The Journey to Energy Freedom

Most people reading this will spend a good proportion of their income on energy – lighting and heating your house or apartment, running appliances, fueling your car, and other things. What if you could cut these coats to almost zero and spend this increasing pile of money on, well.. anything else? Technology is at a point where anyone can save significant amounts of money and energy in their lives. The Energy Mohawk is a quest to reduce the amount of money we spend on energy to practically zero and show the simple steps on how to do it. Imagine a life where you spent your money and time on what you actually want to spend it on, rather than working to spend needless money on petrol, gas, light and heat.
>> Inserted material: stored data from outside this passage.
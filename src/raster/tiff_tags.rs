//! Reads chosen TIFF tags verbatim (field type, count, value bytes) from the first image file
//! directory, so they can be written back unchanged, and counts the pages. Classic TIFF and
//! BigTIFF, either byte order (TIFF 6.0 §2; BigTIFF design note).

use std::fs::File;
use std::io::{self, BufReader, Read, Seek, SeekFrom};
use std::path::Path;

use super::RawTag;

/// Tags carried from input to output unchanged (Software is replaced by the writer).
pub(super) const PRESERVED: &[u16] = &[
    270,   // ImageDescription
    282,   // XResolution
    283,   // YResolution
    296,   // ResolutionUnit
    306,   // DateTime
    315,   // Artist
    700,   // XMP packet
    33432, // Copyright
    33723, // IPTC-NAA
    33550, // ModelPixelScale (GeoTIFF)
    33922, // ModelTiepoint (GeoTIFF)
    34264, // ModelTransformation (GeoTIFF)
    34735, // GeoKeyDirectory (GeoTIFF)
    34736, // GeoDoubleParams (GeoTIFF)
    34737, // GeoAsciiParams (GeoTIFF)
    42112, // GDAL_METADATA
    42113, // GDAL_NODATA
];

/// The tag holding GDAL's no-data value (ASCII).
pub(super) const GDAL_NODATA: u16 = 42113;

/// Largest tag value read (a GeoTIFF's tags are a few kilobytes).
const MAX_TAG_BYTES: u64 = 64 << 20;
/// Most directory entries accepted.
const MAX_ENTRIES: u64 = 65_536;
/// Pages counted at most.
const MAX_PAGES: usize = 100_000;

/// Bytes per element, and the unit whose byte order flips (rationals flip per 32-bit half).
fn type_size(field_type: u16) -> Option<(u64, usize)> {
    Some(match field_type {
        1 | 2 | 6 | 7 => (1, 1),
        3 | 8 => (2, 2),
        4 | 9 | 11 | 13 => (4, 4),
        5 | 10 => (8, 4),
        12 | 16 | 17 | 18 => (8, 8),
        _ => return None,
    })
}

/// What the directory reader found.
pub(super) struct Found {
    pub big_endian: bool,
    pub tags: Vec<RawTag>,
    pub pages: usize,
}

struct Reader<R> {
    r: R,
    be: bool,
}

impl<R: Read + Seek> Reader<R> {
    fn bytes<const N: usize>(&mut self) -> io::Result<[u8; N]> {
        let mut b = [0u8; N];
        self.r.read_exact(&mut b)?;
        if self.be {
            b.reverse();
        }
        Ok(b)
    }
    fn u16(&mut self) -> io::Result<u16> {
        self.bytes::<2>().map(u16::from_le_bytes)
    }
    fn u32(&mut self) -> io::Result<u32> {
        self.bytes::<4>().map(u32::from_le_bytes)
    }
    fn u64(&mut self) -> io::Result<u64> {
        self.bytes::<8>().map(u64::from_le_bytes)
    }
}

/// Reads the tags listed in `wanted` from the first directory of the TIFF at `path`.
pub(super) fn read(path: &Path, wanted: &[u16]) -> io::Result<Found> {
    let mut file = BufReader::new(File::open(path)?);
    let mut order = [0u8; 2];
    file.read_exact(&mut order)?;
    let be = match &order {
        b"II" => false,
        b"MM" => true,
        _ => return Err(io::Error::new(io::ErrorKind::InvalidData, "not a TIFF byte-order mark")),
    };
    let mut r = Reader { r: file, be };
    let version = r.u16()?;
    let big = match version {
        42 => false,
        43 => true,
        _ => return Err(io::Error::new(io::ErrorKind::InvalidData, "not a TIFF version")),
    };
    let first = if big {
        let _bytesize = r.u16()?;
        let _zero = r.u16()?;
        r.u64()?
    } else {
        u64::from(r.u32()?)
    };
    let file_len = r.r.seek(SeekFrom::End(0))?;
    let mut tags = Vec::new();
    let mut pages = 0;
    let mut next = first;
    while next != 0 && next < file_len && pages < MAX_PAGES {
        r.r.seek(SeekFrom::Start(next))?;
        let entries = if big { r.u64()? } else { u64::from(r.u16()?) };
        if entries > MAX_ENTRIES {
            return Err(io::Error::new(io::ErrorKind::InvalidData, "implausible TIFF directory"));
        }
        let entry_size: u64 = if big { 20 } else { 12 };
        if pages == 0 {
            for k in 0..entries {
                r.r.seek(SeekFrom::Start(next + if big { 8 } else { 2 } + k * entry_size))?;
                let tag = r.u16()?;
                let field_type = r.u16()?;
                let count = if big { r.u64()? } else { u64::from(r.u32()?) };
                if !wanted.contains(&tag) {
                    continue;
                }
                let Some((size, unit)) = type_size(field_type) else { continue };
                let total = size.saturating_mul(count);
                if total > MAX_TAG_BYTES {
                    continue;
                }
                let inline = if big { 8 } else { 4 };
                if total > inline {
                    let offset = if big { r.u64()? } else { u64::from(r.u32()?) };
                    r.r.seek(SeekFrom::Start(offset))?;
                }
                #[allow(clippy::cast_possible_truncation)] // bounded by MAX_TAG_BYTES
                let mut data = vec![0u8; total as usize];
                r.r.read_exact(&mut data)?;
                if be && unit > 1 {
                    for chunk in data.chunks_exact_mut(unit) {
                        chunk.reverse();
                    }
                }
                tags.push(RawTag { tag, field_type, count, data });
            }
        }
        pages += 1;
        r.r.seek(SeekFrom::Start(next + if big { 8 } else { 2 } + entries * entry_size))?;
        let following = if big { r.u64()? } else { u64::from(r.u32()?) };
        if following <= next {
            break; // a loop or the end
        }
        next = following;
    }
    tags.sort_by_key(|t| t.tag);
    Ok(Found { big_endian: be, tags, pages: pages.max(1) })
}

/// The text of an ASCII tag, without its terminating NUL.
pub(super) fn ascii(tag: &RawTag) -> String {
    let end = tag.data.iter().position(|&b| b == 0).unwrap_or(tag.data.len());
    String::from_utf8_lossy(&tag.data[..end]).trim().to_owned()
}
We will understand energy across all its forms and use this super-knowledge to be free from energy bills, to spend money on increasingly run-away savings allowing us to spend more money of things which reduce energy costs further. We will no longer worry about oil and gas price increases, or how middle east geo-politics will affect the cost of our commute to work – we can spend that time thinking or doing what we actually want to do. Finally, we can have a lot of fun understanding how things work and getting away from needing to pay other people to do relatively simple things that we can just do ourselves. So here we go. We have the power to free ourselves from the treadmill, let’s do that.
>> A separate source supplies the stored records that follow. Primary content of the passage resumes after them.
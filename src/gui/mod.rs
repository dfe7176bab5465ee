//! The window: open an image, mark the damage, fill in the background, compare, save.
//!
//! The app owns the document and applies commands in one place (`app.rs`); the canvas names its
//! spaces and keeps one transform (`canvas.rs`); mask edits are undone by tiles (`history.rs`);
//! loading, filling and saving run on named worker threads (`worker.rs`).

mod app;
mod canvas;
mod history;
mod recovery;
mod settings;
mod worker;

use std::path::PathBuf;

pub use app::{App, CAUTION, Command, Compare, Document, Tool};
pub use canvas::View;
pub use recovery::{Recovery, Saved};
pub use settings::Settings;

struct Window(App);

impl eframe::App for Window {
    fn ui(&mut self, ui: &mut egui::Ui, _frame: &mut eframe::Frame) {
        let size = ui.ctx().input(|i| i.viewport().inner_rect).map(|r| [r.width(), r.height()]);
        if size.is_some() {
            self.0.settings.window_size = size;
        }
        self.0.ui(ui);
    }

    fn on_exit(&mut self, _gl: Option<&eframe::glow::Context>) {
        if let Err(e) = self.0.store_settings().save() {
            eprintln!("reweave: warning: the settings could not be saved: {e}");
        }
        // A normal exit: nothing to recover next time.
        if let Some(r) = &self.0.recovery {
            r.clear();
        }
    }
}

/// Opens the window, optionally on `file` with its `mask`, and returns when it is closed.
///
/// # Errors
/// When no window can be opened (no display, no OpenGL).
pub fn run(file: Option<PathBuf>, mask: Option<PathBuf>) -> anyhow::Result<()> {
    let settings = Settings::load();
    let size = settings.window_size.unwrap_or([1280.0, 820.0]);
    let options = eframe::NativeOptions {
        viewport: egui::ViewportBuilder::default().with_inner_size(size).with_title("reweave"),
        ..eframe::NativeOptions::default()
    };
    eframe::run_native(
        "reweave",
        options,
        Box::new(move |cc| {
            let mut app = App::default();
            app.apply_settings(settings);
            app.use_recovery(Recovery::for_user());
            if let Some(f) = file {
                app.open(&cc.egui_ctx, f, mask);
            }
            Ok(Box::new(Window(app)))
        }),
    )
    .map_err(|e| {
        anyhow::anyhow!(
            "cannot open a window ({e}); is a display available? The command line works without one: reweave --help"
        )
    })
}
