//! TIFF through the `tiff` crate: unsigned 8/16-bit, signed 16-bit and 32-bit float samples,
//! 1–4 channels, either byte order.

use std::fs::File;
use std::io::{BufReader, BufWriter};
use std::path::Path;

use tiff::ColorType as TiffColour;
use tiff::decoder::{Decoder, DecodingResult};
use tiff::encoder::colortype::{self, ColorType};
use tiff::encoder::compression::DeflateLevel;
use tiff::encoder::{Compression, TiffEncoder, TiffValue};
use tiff::tags::{ExtraSamples, PhotometricInterpretation, Predictor, SampleFormat as TiffSampleFormat, Tag, Type};

use super::codec::{deinterleave, interleave};
use super::tiff_tags::{self, GDAL_NODATA, PRESERVED};
use super::{FileFormat, Layout, Limits, Metadata, Raster, RasterError, SampleFormat, TiffInfo};

pub(super) fn load(path: &Path, limits: Limits) -> Result<Raster, RasterError> {
    let decode_err = |e: tiff::TiffError| match e {
        tiff::TiffError::UnsupportedError(u) => RasterError::Unsupported { path: path.to_owned(), what: u.to_string() },
        other => RasterError::Decode { path: path.to_owned(), format: "TIFF", message: other.to_string() },
    };
    let file = File::open(path).map_err(|error| RasterError::Open { path: path.to_owned(), error })?;
    let mut tiff_limits = tiff::decoder::Limits::default();
    tiff_limits.decoding_buffer_size = usize::try_from(limits.max_bytes).unwrap_or(usize::MAX);
    tiff_limits.intermediate_buffer_size = usize::try_from(limits.max_bytes).unwrap_or(usize::MAX);
    tiff_limits.ifd_value_size = 64 << 20;
    let mut dec = Decoder::new(BufReader::new(file)).map_err(decode_err)?.with_limits(tiff_limits);
    let (w, h) = dec.dimensions().map_err(decode_err)?;
    limits.check(path, w, h)?;
    let colour = dec.colortype().map_err(decode_err)?;
    let layout = match colour {
        TiffColour::Gray(_) => Layout::Gray,
        TiffColour::GrayA(_) => Layout::GrayAlpha,
        TiffColour::RGB(_) => Layout::Rgb,
        TiffColour::RGBA(_) => Layout::Rgba,
        // The decoder reports gray with one extra sample (alpha) as two-band data.
        TiffColour::Multiband { num_samples: 2, .. } => Layout::GrayAlpha,
        other => return Err(RasterError::Unsupported { path: path.to_owned(), what: format!("{other:?} pixels") }),
    };
    let icc_profile = dec.get_tag_u8_vec(Tag::IccProfile).ok();
    let compression = dec.get_tag_u32(Tag::Compression).ok().and_then(|v| u16::try_from(v).ok()).unwrap_or(1);
    let predictor = dec.get_tag_u32(Tag::Predictor).ok().and_then(|v| u16::try_from(v).ok()).unwrap_or(1);
    let (sample_format, samples) = match dec.read_image().map_err(decode_err)? {
        DecodingResult::U8(v) => (SampleFormat::U8, v.into_iter().map(f32::from).collect::<Vec<_>>()),
        DecodingResult::U16(v) => (SampleFormat::U16, v.into_iter().map(f32::from).collect()),
        DecodingResult::I16(v) => (SampleFormat::I16, v.into_iter().map(f32::from).collect()),
        DecodingResult::F32(v) => (SampleFormat::F32, v),
        other => {
            let what = match other {
                DecodingResult::U32(_) => "32-bit unsigned samples",
                DecodingResult::U64(_) => "64-bit unsigned samples",
                DecodingResult::I8(_) => "8-bit signed samples",
                DecodingResult::I32(_) => "32-bit signed samples",
                DecodingResult::I64(_) => "64-bit signed samples",
                DecodingResult::F16(_) => "16-bit float samples",
                DecodingResult::F64(_) => "64-bit float samples",
                _ => "an unknown sample type",
            };
            return Err(RasterError::Unsupported { path: path.to_owned(), what: what.to_owned() });
        }
    };
    let (width, height) = (w as usize, h as usize);
    if samples.len() != width * height * layout.channels() {
        return Err(RasterError::Decode {
            path: path.to_owned(),
            format: "TIFF",
            message: format!("expected {} samples, found {}", width * height * layout.channels(), samples.len()),
        });
    }
    let mut metadata = Metadata { icc_profile, ..Metadata::default() };
    match tiff_tags::read(path, PRESERVED) {
        Ok(found) => {
            if found.pages > 1 {
                metadata.warnings.push(format!(
                    "'{}' has {} pages; only the first was read and will be written",
                    path.display(),
                    found.pages
                ));
            }
            metadata.nodata = found.tags.iter().find(|t| t.tag == GDAL_NODATA).map(tiff_tags::ascii);
            metadata.tiff = Some(TiffInfo { compression, predictor, big_endian: found.big_endian, tags: found.tags });
        }
        Err(e) => {
            metadata.warnings.push(format!("the tags of '{}' could not be read for copying ({e})", path.display()));
            metadata.tiff = Some(TiffInfo { compression, predictor, ..TiffInfo::default() });
        }
    }
    Ok(Raster {
        width,
        height,
        planes: deinterleave(&samples, layout.channels()),
        sample_format,
        layout,
        file_format: FileFormat::Tiff,
        metadata,
    })
}

/// Gray with an (unassociated) alpha sample, which the `tiff` crate has no colour type for.
struct GrayAlpha<T>(std::marker::PhantomData<T>);

macro_rules! gray_alpha {
    ($inner:ty, $bits:expr, $fmt:expr) => {
        impl ColorType for GrayAlpha<$inner> {
            type Inner = $inner;
            const TIFF_VALUE: PhotometricInterpretation = PhotometricInterpretation::BlackIsZero;
            const BITS_PER_SAMPLE: &'static [u16] = &[$bits, $bits];
            const SAMPLE_FORMAT: &'static [TiffSampleFormat] = &[$fmt, $fmt];
            fn horizontal_predict(row: &[Self::Inner], result: &mut Vec<Self::Inner>) {
                // TIFF 6.0 §14: each sample minus the same sample of the previous pixel.
                result.extend(row.iter().take(2).copied());
                result.extend(row.iter().skip(2).zip(row).map(|(cur, prev)| predict_diff(*cur, *prev)));
            }
        }
    };
}
trait PredictDiff: Copy {
    fn diff(self, prev: Self) -> Self;
}
macro_rules! int_diff {
    ($($t:ty),*) => {$(impl PredictDiff for $t { fn diff(self, prev: Self) -> Self { self.wrapping_sub(prev) } })*};
}
int_diff!(u8, u16, i16);
impl PredictDiff for f32 {
    fn diff(self, _prev: Self) -> Self {
        unreachable!("the tiff crate refuses a horizontal predictor for float samples")
    }
}
fn predict_diff<T: PredictDiff>(cur: T, prev: T) -> T {
    cur.diff(prev)
}

gray_alpha!(u8, 8, TiffSampleFormat::Uint);
gray_alpha!(u16, 16, TiffSampleFormat::Uint);
gray_alpha!(i16, 16, TiffSampleFormat::Int);
gray_alpha!(f32, 32, TiffSampleFormat::IEEEFP);

fn write<C: ColorType>(
    enc: &mut TiffEncoder<&mut BufWriter<File>>,
    r: &Raster,
    data: &[C::Inner],
) -> tiff::TiffResult<()>
where
    [C::Inner]: TiffValue,
{
    let (w, h) = (u32::try_from(r.width)?, u32::try_from(r.height)?);
    let mut image = enc.new_image::<C>(w, h)?;
    if r.layout.has_alpha() {
        // Alpha that is not premultiplied (TIFF 6.0 §18, ExtraSamples = 2). Written directly: the
        // colour types already count the alpha sample in SamplesPerPixel.
        image.encoder().write_tag(Tag::ExtraSamples, &[ExtraSamples::UnassociatedAlpha.to_u16()][..])?;
    }
    let dir = image.encoder();
    if let Some(icc) = &r.metadata.icc_profile {
        let entry = dir.write_entry_bytes(Type::UNDEFINED, icc)?;
        dir.extend_from(&[(Tag::IccProfile, entry)].into_iter().collect());
    }
    if let Some(info) = &r.metadata.tiff {
        for t in &info.tags {
            let Some(ty) = Type::from_u16(t.field_type) else { continue };
            let entry = dir.write_entry_bytes(ty, &t.data)?;
            dir.extend_from(&[(Tag::from_u16_exhaustive(t.tag), entry)].into_iter().collect());
        }
    }
    let software = format!("reweave {}", env!("CARGO_PKG_VERSION"));
    dir.write_tag(Tag::Software, software.as_str())?;
    image.write_data(data)
}

/// The compression and predictor to write: the input's where the `tiff` crate can write them.
fn output_coding(r: &Raster, notes: &mut Vec<String>) -> (Compression, Predictor) {
    let (compression, predictor) = r.metadata.tiff.as_ref().map_or((1, 1), |t| (t.compression, t.predictor));
    let c = match compression {
        1 => Compression::Uncompressed,
        5 => Compression::Lzw,
        8 | 32946 => Compression::Deflate(DeflateLevel::Balanced),
        32773 => Compression::Packbits,
        other => {
            notes.push(format!(
                "TIFF compression {other} cannot be written; the result is Deflate-compressed (lossless)"
            ));
            Compression::Deflate(DeflateLevel::Balanced)
        }
    };
    let float = r.sample_format == SampleFormat::F32;
    let p = match (predictor, float) {
        (2, false) => Predictor::Horizontal,
        (2 | 3, true) => {
            notes.push(
                "the floating-point TIFF was written without its predictor (not available in the TIFF writer); samples are unchanged"
                    .to_owned(),
            );
            Predictor::None
        }
        _ => Predictor::None,
    };
    (c, p)
}

#[allow(clippy::cast_possible_truncation, clippy::cast_sign_loss)] // samples are rounded and clamped first
pub(super) fn save(r: &Raster, w: &mut BufWriter<File>, notes: &mut Vec<String>) -> Result<(), String> {
    let (compression, predictor) = output_coding(r, notes);
    let mut enc =
        TiffEncoder::new(w).map_err(|e| e.to_string())?.with_compression(compression).with_predictor(predictor);
    let e = &mut enc;
    let result = match (r.layout, r.sample_format) {
        (Layout::Gray, SampleFormat::U8) => write::<colortype::Gray8>(e, r, &interleave(r, |v| v as u8)),
        (Layout::GrayAlpha, SampleFormat::U8) => write::<GrayAlpha<u8>>(e, r, &interleave(r, |v| v as u8)),
        (Layout::Rgb, SampleFormat::U8) => write::<colortype::RGB8>(e, r, &interleave(r, |v| v as u8)),
        (Layout::Rgba, SampleFormat::U8) => write::<colortype::RGBA8>(e, r, &interleave(r, |v| v as u8)),
        (Layout::Gray, SampleFormat::U16) => write::<colortype::Gray16>(e, r, &interleave(r, |v| v as u16)),
        (Layout::GrayAlpha, SampleFormat::U16) => write::<GrayAlpha<u16>>(e, r, &interleave(r, |v| v as u16)),
        (Layout::Rgb, SampleFormat::U16) => write::<colortype::RGB16>(e, r, &interleave(r, |v| v as u16)),
        (Layout::Rgba, SampleFormat::U16) => write::<colortype::RGBA16>(e, r, &interleave(r, |v| v as u16)),
        (Layout::Gray, SampleFormat::I16) => write::<colortype::GrayI16>(e, r, &interleave(r, |v| v as i16)),
        (Layout::GrayAlpha, SampleFormat::I16) => write::<GrayAlpha<i16>>(e, r, &interleave(r, |v| v as i16)),
        (Layout::Gray, SampleFormat::F32) => write::<colortype::Gray32Float>(e, r, &interleave(r, |v| v)),
        (Layout::GrayAlpha, SampleFormat::F32) => write::<GrayAlpha<f32>>(e, r, &interleave(r, |v| v)),
        (Layout::Rgb, SampleFormat::F32) => write::<colortype::RGB32Float>(e, r, &interleave(r, |v| v)),
        (Layout::Rgba, SampleFormat::F32) => write::<colortype::RGBA32Float>(e, r, &interleave(r, |v| v)),
        (layout, fmt) => return Err(format!("TIFF output of {} {fmt} samples is not supported", layout.name())),
    };
    result.map_err(|e| e.to_string())
}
This is our plan, it might take some time, but the first few steps will pay for themselves within a few months:


  1. Put in an energy monitor so we can see what’s consuming and costing us what, and how much we’re saving with these updates.
  2. Change all light bulbs to LEDs
  3. Put in radiator heat reflectors to stop sending half of our heating out of the house
  4. Insulate your attic better!
  5. Install a wood burning stove with back boiler
  6. Replace petrol/diesel car with an Electric Car
  7. Retrofit Dual flush, low water toilet cysterns
  8. Install Double Glazed Windows
  9. Rain water recycling into cisterns
  10. Solar PV Panels to reduce energy bills
  11. Battery system for Solar PV Panels to completely remove energy bills forever
  12. Air source heat pump – magical “free” energy!
  13. Energy inverter with battery / solar array / EV intake ability
  14. Solar panels for hot water
  15. Selling energy to the grid. The final frontier – actually making money from energy and beyond.
  16. Retirement on energy income, invested energy cost savings and super-low living costs.
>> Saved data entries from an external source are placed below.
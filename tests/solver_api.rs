//! The solver's contract for the programs built on it: deterministic results, warm starts after a
//! mask edit, cancelling, and an honest error when it cannot converge.

use reweave::fill::{FillError, FillMethod, FillParams, Solver, Start, Structure};
use reweave::mask::Mask;
use reweave::synth::{MaskFamily, smooth_plane};

#[test]
fn results_do_not_depend_on_the_thread_count() {
    // Dropout's holes are solved directly, in tasks, or (forced) as one grid; blob is several
    // grids and factored holes, solved side by side.
    let n = 300;
    for (family, structure) in [
        (MaskFamily::Dropout, Structure::Auto),
        (MaskFamily::Dropout, Structure::Grid),
        (MaskFamily::Blob, Structure::Auto),
    ] {
        let mask = family.mask(n, 2);
        let solver = Solver::with_structure(&mask, structure).unwrap();
        let mut outputs = Vec::new();
        for threads in [1, 2, 3] {
            let mut plane = smooth_plane(n, n, 4);
            let params = FillParams { threads, ..FillParams::default() };
            solver.solve(&mut [&mut plane[..]], &params, Start::FullMultigrid, &mut |_| true).unwrap();
            outputs.push(plane);
        }
        for o in &outputs[1..] {
            assert!(
                o.iter().zip(&outputs[0]).all(|(a, b)| a.to_bits() == b.to_bits()),
                "{family} ({structure:?}): bitwise identical"
            );
        }
    }
}

#[test]
fn warm_start_after_a_small_edit_needs_fewer_cycles() {
    let n = 256;
    let mask = MaskFamily::Blob.mask(n, 8);
    let mut plane = smooth_plane(n, n, 1);
    let params = FillParams { tolerance: 1e-8, ..FillParams::default() };
    Solver::new(&mask).unwrap().solve(&mut [&mut plane[..]], &params, Start::FullMultigrid, &mut |_| true).unwrap();
    // A stroke adds a few pixels next to the big hole.
    let mut edited = mask.clone();
    for x in 40..60 {
        edited.set(x, 128, true);
    }
    let solver = Solver::new(&edited).unwrap();
    let mut cold = plane.clone();
    let cold_report = solver.solve(&mut [&mut cold[..]], &params, Start::FullMultigrid, &mut |_| true).unwrap();
    let mut warm = plane.clone();
    let warm_report = solver.solve(&mut [&mut warm[..]], &params, Start::Warm, &mut |_| true).unwrap();
    assert!(
        warm_report.channels[0].cycles < cold_report.channels[0].cycles,
        "warm {} vs cold {}",
        warm_report.channels[0].cycles,
        cold_report.channels[0].cycles
    );
    let diff = cold.iter().zip(&warm).map(|(a, b)| (a - b).abs()).fold(0f32, f32::max);
    assert!(diff < 1e-4, "warm and cold starts agree: {diff}");
}

#[test]
fn cancelling_leaves_the_planes_unchanged() {
    let n = 128;
    let mask = MaskFamily::Frame.mask(n, 1);
    // No-data in the hole, a not-a-number with a payload among them: it comes back bit for bit.
    let no_data = [f32::from_bits(0x7fc0_1234), -9999.0, f32::NAN];
    let original: Vec<f32> = smooth_plane(n, n, 2)
        .iter()
        .zip(mask.bits())
        .enumerate()
        .map(|(i, (&v, &m))| if m { no_data[i % 3] } else { v })
        .collect();
    // The biharmonic fill starts from a harmonic fill written into the planes: a cancel puts
    // the old values back.
    for method in [FillMethod::Harmonic, FillMethod::Biharmonic] {
        let mut plane = original.clone();
        let solver = Solver::for_method(&mask, method).unwrap();
        let mut calls = 0;
        let params = FillParams { method, ..FillParams::default() };
        let result = solver.solve(&mut [&mut plane[..]], &params, Start::FullMultigrid, &mut |p| {
            calls += 1;
            assert!(p.residual > 0.0 && p.cycle <= p.max_cycles);
            false
        });
        assert_eq!(result.unwrap_err(), FillError::Cancelled, "{method:?}");
        assert_eq!(calls, 1, "{method:?}");
        assert!(plane.iter().zip(&original).all(|(a, b)| a.to_bits() == b.to_bits()), "{method:?}: planes changed");
    }
}

#[test]
fn too_few_cycles_is_an_error_with_the_residual() {
    let n = 128;
    let mask = MaskFamily::Frame.mask(n, 1);
    let mut plane = smooth_plane(n, n, 2);
    let params = FillParams { tolerance: 1e-12, max_cycles: 2, ..FillParams::default() };
    match Solver::new(&mask).unwrap().solve(&mut [&mut plane[..]], &params, Start::FullMultigrid, &mut |_| true) {
        Err(FillError::NoConvergence { residual, cycles }) => {
            assert_eq!(cycles, 2);
            assert!(residual > 1e-12 && residual < 1e-2, "residual {residual}");
        }
        other => panic!("expected NoConvergence, got {other:?}"),
    }
}

#[test]
fn a_mask_over_every_pixel_is_refused() {
    assert_eq!(Solver::new(&Mask::from_fn(4, 3, |_, _| true)).unwrap_err(), FillError::NoKnownPixels);
}

#[test]
fn five_channels_are_filled_in_two_passes() {
    let n = 64;
    let mask = MaskFamily::Blob.mask(n, 3);
    let mut planes: Vec<Vec<f32>> = (0..5).map(|c| smooth_plane(n, n, c)).collect();
    let expected: Vec<Vec<f32>> = planes
        .iter()
        .map(|p| {
            let mut q = p.clone();
            reweave::fill::fill(&mut [&mut q[..]], &mask, &FillParams::default()).unwrap();
            q
        })
        .collect();
    let mut views: Vec<&mut [f32]> = planes.iter_mut().map(Vec::as_mut_slice).collect();
    let report = reweave::fill::fill(&mut views, &mask, &FillParams::default()).unwrap();
    assert_eq!(report.channels.len(), 5);
    for (got, want) in planes.iter().zip(&expected) {
        let diff = got.iter().zip(want).map(|(a, b)| (a - b).abs()).fold(0f32, f32::max);
        assert!(diff < 1e-5, "channel groups agree with single-channel fills: {diff}");
    }
}

#[test]
fn grid_and_compact_storage_agree_on_every_channel() {
    // The same equations stored two ways (DEVELOPERS.md, "Solver design"): the fills agree to the
    // solver tolerance on a three-channel image, and the automatic choice puts the big hole on a
    // grid.
    let n = 240;
    let mask = MaskFamily::Blob.mask(n, 4);
    let auto = Solver::new(&mask).unwrap();
    assert!(auto.level_sizes().iter().any(|(grid, _)| *grid), "a large round hole gets a grid");
    let original: Vec<Vec<f32>> = (0..3).map(|c| smooth_plane(n, n, 10 + c)).collect();
    let mut results = Vec::new();
    for structure in [Structure::Compact, Structure::Grid] {
        let mut planes = original.clone();
        let mut views: Vec<&mut [f32]> = planes.iter_mut().map(Vec::as_mut_slice).collect();
        let params = FillParams { tolerance: 1e-9, ..FillParams::default() };
        let solver = Solver::with_structure(&mask, structure).unwrap();
        let report = solver.solve(&mut views, &params, Start::FullMultigrid, &mut |_| true).unwrap();
        assert!(report.channels.iter().all(|c| c.relative_residual <= 1e-9), "{structure:?}: {report:?}");
        results.push(planes);
    }
    for c in 0..3 {
        let range =
            original[c].iter().fold(f32::MIN, |m, &v| m.max(v)) - original[c].iter().fold(f32::MAX, |m, &v| m.min(v));
        for (p, &m) in mask.bits().iter().enumerate() {
            let (a, b) = (results[0][c][p], results[1][c][p]);
            if m {
                assert!((a - b).abs() <= 1e-5 * range, "channel {c} pixel {p}: {a} vs {b}");
            } else {
                assert_eq!(a.to_bits(), original[c][p].to_bits(), "known pixels are never written");
                assert_eq!(b.to_bits(), original[c][p].to_bits(), "known pixels are never written");
            }
        }
    }
}

#[test]
fn refilling_near_an_edit_matches_a_full_refill_and_leaves_other_holes_alone() {
    // Two separate holes; a stroke extends the left one. Holes never touch, so re-filling only
    // the holes near the stroke must give what a whole re-fill gives (common practice for local
    // updates of independent subproblems), and the right hole must keep its values exactly.
    let (w, h) = (160, 120);
    let mut mask = Mask::from_fn(w, h, |x, y| {
        let (a, b) = (x as f64 - 40.0, y as f64 - 60.0);
        let (c, d) = (x as f64 - 120.0, y as f64 - 60.0);
        a * a + b * b < 400.0 || c * c + d * d < 300.0
    });
    let original = smooth_plane(w, h, 6);
    let params = FillParams { tolerance: 1e-9, ..FillParams::default() };
    let mut before = original.clone();
    reweave::fill::fill(&mut [&mut before[..]], &mask, &params).unwrap();
    for x in 55..75 {
        mask.set(x, 61, true);
    }
    let local = reweave::fill::fill_near(&[before.clone()], &mask, (55, 61, 75, 62), &params, &mut |_| true)
        .unwrap()
        .expect("the stroke touches a hole");
    assert!(local.bbox().2 <= 80, "only the left hole is cut out: {:?}", local.bbox());
    let mut near = vec![before.clone()];
    local.write_back(&mut near, w);
    let mut full = before.clone();
    for x in 55..75 {
        full[61 * w + x] = original[61 * w + x];
    }
    reweave::fill::fill(&mut [&mut full[..]], &mask, &params).unwrap();
    for (p, &m) in mask.bits().iter().enumerate() {
        if p % w >= 90 {
            assert_eq!(near[0][p].to_bits(), before[p].to_bits(), "right hole unchanged at {p}");
        } else if m {
            assert!((near[0][p] - full[p]).abs() < 1e-4, "pixel {p}: {} vs {}", near[0][p], full[p]);
        }
    }
    assert_eq!(local.report.unknowns, local.mask.count());
}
Step 1: Understand how much energy you consume in your life. he journey in reducing your energy costs to zero starts here. You can’t reduce what you can’t measure. This step alone has been shown to reduce the buyer’s energy consumption by an average of 5-15%. Given the average energy bill is about €850 ($1000) per year, that means your €40 ($50) investment in an energy monitor will save you €127.50 ($150) per year, every year for the rest of your life. If you’re 30 now and you plan to live until you’re 90, that’s €127.50 * 60 years = €7,650 ($9000). Not bad for a $50 investment. And we’re only just getting started!

I’ll take a guess and say that you like in a house or apartment (to tent dwellers, I apologise). Get onto Ebay, Amazon or somewhere else (OWL Monitors are the most popular available) and buy yourself an electricity monitor that will tell you exactly what your home is currently consuming and how much that is costing you in real time:

The Current electricity consumption of your home.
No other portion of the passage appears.